I took a sip of the wine Shawn brought home, feeling the cold liquid cooling my otherwise heated body. My eyes were still gazing at the beautiful human sitting across from me.

Just looking at him right now – not doing anything specific – even forced a warm feeling to reach the surface of my stomach.

Shawn's finger was sliding back and forth the edge of his wine glass, as he bit his tongue roughly, not taking his focused eyes of the pieces of paper he was writing the lyrics on.

His cheeks were heavily flushed, but they always did that when Shawn was drinking. He was wearing his hoodie from IheartRadio and that silvering on his middle finger. His lips were dry but rosy and every time his tongue licked them, it made my heart skip a beat.

I loved those night, we were doing this. We didn't really talk, neither did we touch each other, but somehow it still felt so intimate sharing these nights together.

We had made it to the point in our relationship, where we could enjoy each other's company without actually having to communicate.

I just felt lucky that I could sit here - in front of the fireplace - and look up at the guy, I loved with all my heart. I felt lucky, very lucky but that being said, I despised the fact that I would never feel good enough for Shawn.

He was out of my league and I knew that, I knew that when he got together and three years later, I still knew it was the truth.

I'd never been able to figure out, why the hell he picked out of the candidates in the world. Why me? Why would anyone ever love me? Especially a guy like Shawn.

Shawn's eyes shoot from the paper down to me and a little but very loving smile met my eyes. Shawn tilted his head to the side, blowing me an air kiss.

I rolled my eyes at him, taking another sip of my white wine. We didn't take our eyes of each other, we just sat across from each other, smiling tenderly to each other.

"What are you thinking about?" Shawn asked me, putting down the pen and leaning back in his chair.
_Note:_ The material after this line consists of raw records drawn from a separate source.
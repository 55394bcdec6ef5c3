// Reading netlist text in tests, with a small node of our own.

#ifndef GATEDYNO_TESTS_NETLIST_READ_TEXT_H_
#define GATEDYNO_TESTS_NETLIST_READ_TEXT_H_

#include <string>
#include <string_view>
#include <vector>

#include <fmt/format.h>
#include <gtest/gtest.h>

#include "harness/netlist/reader.h"

namespace gatedyno {

inline constexpr const char* kFile = "t.sp";

inline ReaderOptions TestOptions() {
  ReaderOptions options;
  options.devices.resize(2);
  options.devices[0].name = "nfet";
  options.devices[1].name = "pfet";
  options.devices[1].polarity = Polarity::kP;
  options.power_names = {"vdd"};
  options.ground_names = {"vss", "gnd", "0"};
  options.body_names = {"vnb", "vpb", "vdd", "vss"};
  options.parameters = {{"wunit", 90e-9}, {"lgate", 45e-9}};
  return options;
}

// A device of a kit that is a subcircuit counting in micrometres.
inline DeviceName KitDevice() {
  DeviceName device;
  device.name = "kit_n";
  device.is_subcircuit = true;
  device.parameters.width = "wr";
  device.parameters.length = "lr";
  device.parameters.multiplicity = "mult";
  device.unit_m = 1e-6;
  return device;
}

// The complaint about `text`, or "" when there is none.
inline std::string ComplaintAbout(
    std::string_view text, const ReaderOptions& options = TestOptions()) {
  const Result<std::vector<Cell>> cells = ReadCells(text, kFile, options);
  if (cells.ok()) {
    return "";
  }
  EXPECT_EQ(cells.error().kind, ErrorKind::kBadInput);
  return cells.error().message;
}

// The only cell of `text`, or a failed test and an empty one.
inline Cell ReadOne(std::string_view text,
                    const ReaderOptions& options = TestOptions()) {
  Result<std::vector<Cell>> cells = ReadCells(text, kFile, options);
  if (!cells.ok()) {
    ADD_FAILURE() << cells.error().message;
    return {};
  }
  EXPECT_EQ(cells->size(), 1U);
  return cells->empty() ? Cell{} : cells->front();
}

// "t.sp:LINE:COLUMN: message", the line, the caret.
inline std::string Worded(int line_number,
                          int column,
                          std::string_view message,
                          std::string_view line) {
  return fmt::format("{}:{}:{}: {}\n{}\n{:>{}}",
                     kFile,
                     line_number,
                     column,
                     message,
                     line,
                     "^",
                     column);
}

// A cell around one line, which is line 2 of the text.
inline std::string Around(std::string_view line) {
  return fmt::format(".subckt c a y vdd vss\n{}\n.ends\n", line);
}

// One inverter with `line` among its devices, again as line 2.
inline std::string InverterAround(std::string_view line) {
  return fmt::format(
      ".subckt c a y vdd vss\n{}\n"
      "mp y a vdd vdd pfet w=2u l=45n\n"
      "mn y a vss vss nfet w=1u l=45n\n.ends\n",
      line);
}

}  // namespace gatedyno

#endif  // GATEDYNO_TESTS_NETLIST_READ_TEXT_H_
I crossed my legs, rubbing my ankles nervously.

"Nothing" I whispered back, pouring down yet another sip of wine.

"Honey, I know that's not true. You've got that look in your eyes"

"What look?" I asked, wrinkling my forehead at him. A slight laughter slipped out of his mouth, as he was shaking his head a little.

"What look?" I clucked back once agin.

"The look. The only look I don't like getting. The look that lets me know, you're hurting inside" Shawn said, seriously.

He noticed more things about my behaviour than I really gave him credit for. But I guess it was a part of somehow still keeping my walls up, protecting my fragile heart.

My fingertips rubbed my palms as my eyes were flickering around the dim room, only being lit up by the flames. My hands suddenly seemed damp and for some reason, they started shaking slightly.